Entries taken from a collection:
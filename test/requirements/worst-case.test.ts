import { describe, expect, it } from 'vitest';
import type { Point, Reading } from '../../src/requirements/point.ts';
import { seeded } from '../../src/requirements/random.ts';
import { worstCases, type Readable, type WorstCase, type WorstCaseOptions } from '../../src/requirements/worst-case.ts';

type Score = (point: Point) => number | null;

/** Scores at hand in place of a solver. */
class Formula implements Readable {
  evaluations = 0;
  readonly uncertainties: unknown[];
  readonly #seen = new Map<string, Reading>();
  constructor(count: number, readonly scores: Score[]) {
    this.uncertainties = new Array<null>(count).fill(null);
  }
  at(point: Point): Reading {
    const key = JSON.stringify(point);
    let reading = this.#seen.get(key);
    if (!reading) {
      this.evaluations++;
      const scores = this.scores.map((f) => f(point));
      reading = { point, scores, figures: scores, refusal: scores.includes(null) ? 'none here' : null };
      this.#seen.set(key, reading);
    }
    return reading;
  }
  has(point: Point): boolean {
    return this.#seen.has(JSON.stringify(point));
  }
}

function worst(formula: Formula, options: WorstCaseOptions = {}, temperatures: number[] = [233, 398]): WorstCase[] {
  const steps = worstCases(formula, [...formula.scores.keys()], temperatures, 300, options);
  for (;;) {
    const step = steps.next();
    if (step.done) return step.value;
    expect(step.value.done).toBeLessThanOrEqual(step.value.of);
  }
}

/** The lowest score over all corners of k uncertainties and both temperatures. */
function factorial(f: Score, k: number, temperatures: number[] = [233, 398]): number {
  let least = Infinity;
  for (const temperature of temperatures) for (let c = 0; c < 2 ** k; c++) least = Math.min(least, f({ temperature, counts: Array.from({ length: k }, (_, i) => (c & (1 << i) ? 1 : -1)) }) as number);
  return least;
}

describe('the worst case', () => {
  it('is the worst of all corners where there are few uncertainties', () => {
    const f: Score = ({ temperature, counts: [a, b, c] }) => temperature / 100 + a * b - 2 * b * c + 0.3 * a;
    const [found] = worst(new Formula(3, [f]));
    expect(found.reading?.scores[0]).toBe(factorial(f, 3));
    expect(found.reading?.point.temperature).toBe(233);
    expect(found.cornersSufficed).toBe(true);
  });

  it('is found among many uncertainties with few of their corners, interactions included', () => {
    const random = seeded(5);
    for (let trial = 0; trial < 20; trial++) {
      const k = 10;
      const slopes = Array.from({ length: k }, () => 2 * random() - 1);
      const pairs = Array.from({ length: 8 }, () => ({ i: Math.floor(random() * k), j: Math.floor(random() * k), w: 0.4 * (random() - 0.5) }));
      const f: Score = ({ temperature, counts }) => (temperature - 300) / 500 + counts.reduce((sum, c, i) => sum + slopes[i] * c, 0) + pairs.reduce((sum, { i, j, w }) => sum + w * counts[i] * counts[j], 0);
      const formula = new Formula(k, [f]);
      const [found] = worst(formula, { samples: 0 });
      expect(found.reading?.scores[0], `trial ${trial}`).toBeCloseTo(factorial(f, k), 9);
      expect(formula.evaluations).toBeLessThan(250); // 2048 corners
    }
  });

  it('turns to the corner that only two together make bad', () => {
    // Each direction by itself looks harmless one way; flips from the combined corner find the pair.
    const f: Score = ({ counts }) => counts[0] + counts[1] + 3 * counts[2] * counts[3] + 0.1 * counts[2] + counts.slice(4).reduce((s, c) => s + c, 0);
    const [found] = worst(new Formula(8, [f]), { samples: 0 }, [300]);
    expect(found.reading?.scores[0]).toBeCloseTo(factorial(f, 8, [300]), 9);
  });

  it('finds a worst temperature between the ends', () => {
    const f: Score = ({ temperature, counts: [a] }) => ((temperature - 340) / 50) ** 2 + 0.5 * a;
    const [found] = worst(new Formula(1, [f]));
    expect(found.reading?.point.temperature).toBeGreaterThan(325);
    expect(found.reading?.point.temperature).toBeLessThan(355);
    expect(found.reading?.scores[0]).toBeLessThan(-0.45);
  });

  it('says when the corners did not suffice, and goes on from the worse point inside', () => {
    const f: Score = ({ counts: [a, b] }) => (a - 0.3) ** 2 + (b + 0.2) ** 2 - 0.1;
    const [found] = worst(new Formula(2, [f]), {}, [300]);
    // The nominal point is tried beside the corners (0.03 here); the bottom of the bowl is at -0.1.
    expect(found.cornersSufficed).toBe(false);
    expect(found.reading?.scores[0]).toBeLessThan(-0.09);
  });

  it('tells the uncertainties that count from those that do not', () => {
    const [found] = worst(new Formula(3, [({ counts }) => counts[0] - 2 * counts[2]]), {}, [300]);
    expect(found.effects).toEqual([2, 0, 4]);
    expect(found.reading?.point.counts[0]).toBe(-1);
    expect(found.reading?.point.counts[2]).toBe(1);
  });

  it('keeps the points without an answer, and does not take them for good or bad', () => {
    const f: Score = ({ temperature, counts: [a] }) => (a > 0.9 && temperature > 350 ? null : 1 + a);
    const [found] = worst(new Formula(1, [f]));
    expect(found.reading?.scores[0]).toBe(0);
    expect(found.unanswered.length).toBeGreaterThan(0);
    const [nowhere] = worst(new Formula(1, [() => null]));
    expect(nowhere.reading).toBeNull();
  });

  it('comes out the same every time', () => {
    const f: Score = ({ temperature, counts: [a, b] }) => Math.sin(3 * a + temperature) + Math.cos(2 * b);
    expect(worst(new Formula(2, [f]))).toEqual(worst(new Formula(2, [f])));
    expect(worst(new Formula(2, [f]), { seed: 2 })[0].reading).not.toBeNull();
  });

  it('needs one solve where nothing is uncertain and nothing ranges', () => {
    const formula = new Formula(0, [() => 1]);
    expect(worst(formula, {}, [300])[0].reading?.scores).toEqual([1]);
    expect(formula.evaluations).toBe(1);
  });

  it('keeps requirements apart, each with its own corner', () => {
    const [first, second] = worst(new Formula(2, [({ counts }) => counts[0], ({ counts }) => -counts[0] + counts[1]]), {}, [300]);
    expect(first.reading?.point.counts[0]).toBe(-1);
    expect(second.reading?.point.counts).toEqual([1, -1]);
  });
});
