import { describe, expect, it } from 'vitest';
import { readDesign } from '../../src/design/read.ts';
import type { Design, Requirement } from '../../src/design/types.ts';
import { judge } from '../../src/requirements/judge.ts';
import { size } from '../../src/requirements/size.ts';
import { Dice, randomFrom } from '../fuzz/dice.ts';

/** A layer of fixed donors into which acceptors are sized, over a junction: its carriers fall to none at the crossing and rise again, so that nothing about them is monotone. */
function drawn(seed: number): Design {
  const dice = new Dice(randomFrom(seed));
  const donors = dice.logBetween(1e17, 5e18);
  const text = (v: number, unit: string): string => `${v.toPrecision(5)} ${unit}`;
  const least: Requirement = { quantity: 'carrierDensity', of: 'layer', min: text(donors * dice.between(0.1, 0.7), 'cm^-3') };
  const others: Requirement[] = [
    { quantity: 'carrierDensity', of: 'layer', max: text(donors * dice.between(0.5, 8), 'cm^-3') },
    { quantity: 'ecMinusEf', of: 'layer', max: text(dice.between(0.1, 1.1), 'eV') },
    { quantity: 'depletionBelow', of: 'layer', min: text(dice.logBetween(5, 200), 'nm') },
    { quantity: 'peakField', of: 'layer', max: text(dice.logBetween(2e4, 1e6), 'V/cm') },
    { quantity: 'sheetResistance', of: 'layer', max: text(dice.logBetween(100, 1e5), 'ohm') },
    { quantity: 'builtIn', of: 'layer', max: text(dice.between(0.1, 0.9), 'V') },
  ];
  const reading = readDesign(JSON.stringify({
    format: 'halfmark-design/1', title: 'random', conditions: { temperature: text(dice.between(250, 400), 'K') },
    variables: [{ name: 'N', value: text(donors, 'cm^-3'), range: [text(donors / dice.between(10, 50), 'cm^-3'), text(donors * dice.between(3, 20), 'cm^-3')] }],
    top: { kind: 'neutral' }, bottom: { kind: 'neutral' },
    layers: [
      { name: 'layer', material: 'Si', thickness: text(dice.logBetween(150, 800), 'nm'), dopants: [{ dopant: 'P', concentration: text(donors, 'cm^-3') }, { dopant: 'B', concentration: 'N' }] },
      { name: 'below', material: 'Si', thickness: '2 um', dopants: [{ dopant: 'P', concentration: text(dice.logBetween(1e15, 1e17), 'cm^-3') }] },
    ],
    requirements: [least, ...(dice.chance(0.7) ? [dice.pick(others)] : [])],
  }));
  if (!reading.ok) throw new Error(`${seed}: ${JSON.stringify(reading.complaints)}`);
  return reading.design;
}

const STEPS = 40;

describe('sizing of fifty random designs', () => {
  it('has the intervals of a scan of full judgements, each edge met itself and failing next to it, also where nothing is monotone', () => {
    const seen = { several: 0, one: 0, none: 0 };
    for (let seed = 1; seed <= 50; seed++) {
      const d = drawn(seed);
      const met = (N: number): boolean => {
        const found = judge(d, { set: { N: `${N} cm^-3` }, tolerances: 'none', samples: 0 });
        if (found.kind !== 'judged') throw new Error(JSON.stringify(found));
        return found.requirements.every((row) => row.met);
      };
      const found = size(d, { variable: 'N', tolerances: 'none', samples: 0, points: 25 });
      if (found.kind !== 'sized') throw new Error(`${seed}: ${JSON.stringify(found.complaints)}`);
      const { intervals, from, to } = found;
      const inside = (N: number): boolean => intervals.some((i) => N >= i.from.value && N <= i.to.value);
      // Next to an edge rounding may decide; nowhere else do the scan and the intervals differ.
      const nearEdge = (N: number): boolean => intervals.some((i) => [i.from.value, i.to.value].some((e) => Math.abs(Math.log(N / e)) < 2e-3));
      for (let k = 0; k <= STEPS; k++) {
        const N = from * (to / from) ** (k / STEPS);
        if (!nearEdge(N)) expect(met(N), `design ${seed}, N = ${N}`).toBe(inside(N));
      }
      for (const interval of intervals) {
        for (const [edge, outward] of [[interval.from, 1 / 1.003], [interval.to, 1.003]] as const) {
          expect(met(edge.value), `design ${seed}, edge ${edge.value}`).toBe(true);
          if (edge.reason === 'requirement') expect(met(edge.value * outward), `design ${seed}, beyond ${edge.value}`).toBe(false);
        }
      }
      if (intervals.length === 0) {
        expect(found.blockers.length, `design ${seed}`).toBeGreaterThan(0);
        // The nearest miss: a value of the range, what blocks it, and by how much.
        expect(found.best, `design ${seed}`).not.toBeNull();
        for (const { index } of found.blockers) {
          const row = found.best?.requirements[index];
          expect(row?.met, `design ${seed}`).toBe(false);
          expect(Number.isFinite(row?.margin) || row?.unanswered, `design ${seed}`).toBeTruthy();
        }
      }
      seen[intervals.length > 1 ? 'several' : intervals.length === 1 ? 'one' : 'none']++;
    }
    expect(seen.several).toBeGreaterThan(8);
    expect(seen.one).toBeGreaterThan(5);
    expect(seen.none).toBeGreaterThan(1);
  }, 240_000);
});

[Your assignment] The number of lines in the records that include "concentration" is what is needed, with no other words.

[Completed task] 2